On peut aussi dire que Poupon est un imbécile... Oui. Car s'il était devenu une vedette il aurait pu assouvir sa passion pour le beau sexe encore plus facilement car nombre de filles auraient craqué plus facilement. Mais il a préféré revenir au pays pour jouir d'un spectacle auquel il était viscéralement attaché... Pour en finir avec Poupon, Marcel nous apprend également qu'il est mort "en prenant froid"...

Comment ça ? "Il tournait en hiver, en Camargue, un film dont l'action se passait en été. Il y jouait le rôle d'un grand-père paralytique et on lui versait de l'eau glacée sur la tête pour suggérer la transpiration. Dans la nuit, il est mort de congestion - une mort qui ne manque pas de grandeur", conclut Pagnol. Oui, ce Poupon me plaît bien !

Il y a aussi, dans ce petit livre charmant, des scènes liées au Marseille de cette époque, au Marseille des années trente où le soir, tout le monde se retrouvait à L'Alcazar. "Les Panisse et les César au parterre et, aux galeries, les Marius, les Fanny, les Piquoiseau et les chauffeurs du "ferriboîte". Riant, pleurant, s'interpellant, applaudissant, sifflant, hurlant ou acclamant, ils formaient le meilleur public de France, le plus connaisseur et le plus exigeants avec des réparties foudroyantes."

Par exemple ? Raymond Castans en cite deux, impayables." A un ténor minuscule qui, pour les besoins de son rôle, devait emporter dans ses bras une énorme chanteuse légère évanouie, on criait :"Fais deux voyages !"

Aujourd'hui, vous seriez dénoncé à la Ligue des droits de l'homme ou à celle de Défense de la femme obèse, je l'ignore... Oui. une autre histoire narrée est plus fameuse : " Vendredi, en soirée, annonce le régisseur passé devant le rideau pendant l'entracte, Madame Rose Pompon chantera Mignon. - C'est une pute, Rose Pompon", répond une voix au poulailler. Il en faut davantage pour démonter notre homme, qui reprend : " Quoi qu'il en soit, vendredi en soirée, Madame Rose Pompon chantera Mignon." Qui dirait cela aujourd'hui ?

Allez, un dernier extrait pour convaincre ceux qui auraient ce livre chez eux et qui hésiteraient à s'y plonger. Si vous le souhaitez. Il concerne un chanteur qui venait régulièrement chez son ami Pagnol, lui aussi ; un chanteur aujourd'hui quelque peu oublié même si son plus grand succès -  "Petit papa Noël" - est encore chanté en famille dans nos contrées au moment de la naissance de qui vous savez...

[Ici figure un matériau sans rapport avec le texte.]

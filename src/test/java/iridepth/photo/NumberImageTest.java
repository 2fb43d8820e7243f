package iridepth.photo;

import static org.junit.jupiter.api.Assertions.assertEquals;
import static org.junit.jupiter.api.Assertions.assertThrows;
import static org.junit.jupiter.api.Assertions.assertTrue;

import ij.ImagePlus;
import ij.io.FileSaver;
import ij.process.ByteProcessor;
import ij.process.ColorProcessor;
import ij.process.FloatProcessor;
import java.io.IOException;
import java.nio.file.Files;
import java.nio.file.Path;
import java.util.Arrays;
import org.junit.jupiter.api.Test;
import org.junit.jupiter.api.io.TempDir;

/** Files written by ImageJ, a program apart, are read as it wrote them. */
class NumberImageTest {
    @TempDir
    private Path folder;

    private Path saved(String name, ImagePlus image) {
        Path file = folder.resolve(name);
        assertTrue(new FileSaver(image).saveAsTiff(file.toString()));
        return file;
    }

    private Path map() {
        ImagePlus image = new ImagePlus("map", new FloatProcessor(3, 2, new float[] {1.5f, -2, Float.NaN, 4, 1e-20f, 6}));
        return saved("map.tif", image);
    }

    private String refusal(Path file) {
        String message = assertThrows(PhotoException.class, () -> NumberImage.open(file)).getMessage();
        assertEquals(1, message.lines().count());
        return message;
    }

    @Test
    void numbersAreThoseThatWereSaved() {
        NumberImage image = NumberImage.open(map());
        assertEquals(3, image.width());
        assertEquals(2, image.height());
        assertEquals(1.5f, image.at(0, 0));
        assertEquals(-2f, image.at(1, 0));
        assertTrue(Float.isNaN(image.at(2, 0)));
        assertEquals(4f, image.at(0, 1));
        assertEquals(1e-20f, image.at(1, 1));
        assertEquals(6f, image.at(2, 1));
    }

    @Test
    void codesOfEightBitsAreWholeNumbers() {
        NumberImage image = NumberImage.open(saved("codes.tif", new ImagePlus("", new ByteProcessor(2, 2,
                new byte[] {0, 5, 127, (byte) 200}))));
        assertEquals(5, image.at(1, 0));
        assertEquals(127, image.at(0, 1));
        assertEquals(200, image.at(1, 1));
    }

    @Test
    void whatIsNoMapIsRefused() throws IOException {
        assertTrue(refusal(folder.resolve("none.tif")).contains("no such file"));
        assertTrue(refusal(Files.writeString(folder.resolve("a.tif"), "thickness")).contains("not a TIFF"));
        assertTrue(refusal(Files.writeString(folder.resolve("b.tif"), "II")).contains("truncated"));
        assertTrue(refusal(saved("rgb.tif", new ImagePlus("", new ColorProcessor(3, 2)))).contains("32-bit floating-point"));
        byte[] whole = Files.readAllBytes(map());
        Path half = Files.write(folder.resolve("half.tif"), Arrays.copyOf(whole, whole.length - 5));
        assertTrue(refusal(half).contains("truncated"));
    }
}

Tino Rossi ! Himself ! "Pagnol l'aimait de toutes ses forces. D'abord parce que Tino est heureux, écrit Castans. Ensuite parce qu'il est heureux d'être heureux. Et enfin parce qu'il se fout de tout le reste. Tout le reste, ce sont les plaisanteries à son sujet, les étonnements des Trissotins de la sociologie qui s'interrogent sur la pérennité de la passion que lui porte son public, de ses succès... J'ai bien dit, tout le reste. "Et en plus, je vais vous le dire, ajoutait Pagnol. Tino, il a une chance formidable : il adore chanter. Il chante tout le temps." Mais j'arrête là, cher Bois-Renard, car il faudrait citer toutes les anecdotes...

Merci pour cette évocation de gens qui savaient vivre, dans une France qui n'avait pas encore perdu son âme... De rien ! Et la suite au prochain numéro car j'ai encore quelques bons livres à narrer, à commencer par les mémoires posthumes d'un écrivain que je ne connaissais que de nom jusqu'à ce que je m'intéresse à lui, dernièrement, pour "raisons professionnelles", si j'ose dire : Robert Sabatier.

A très bientôt, cher JCG. Oui, Bois-Renard. Dans quelques jours, promis juré.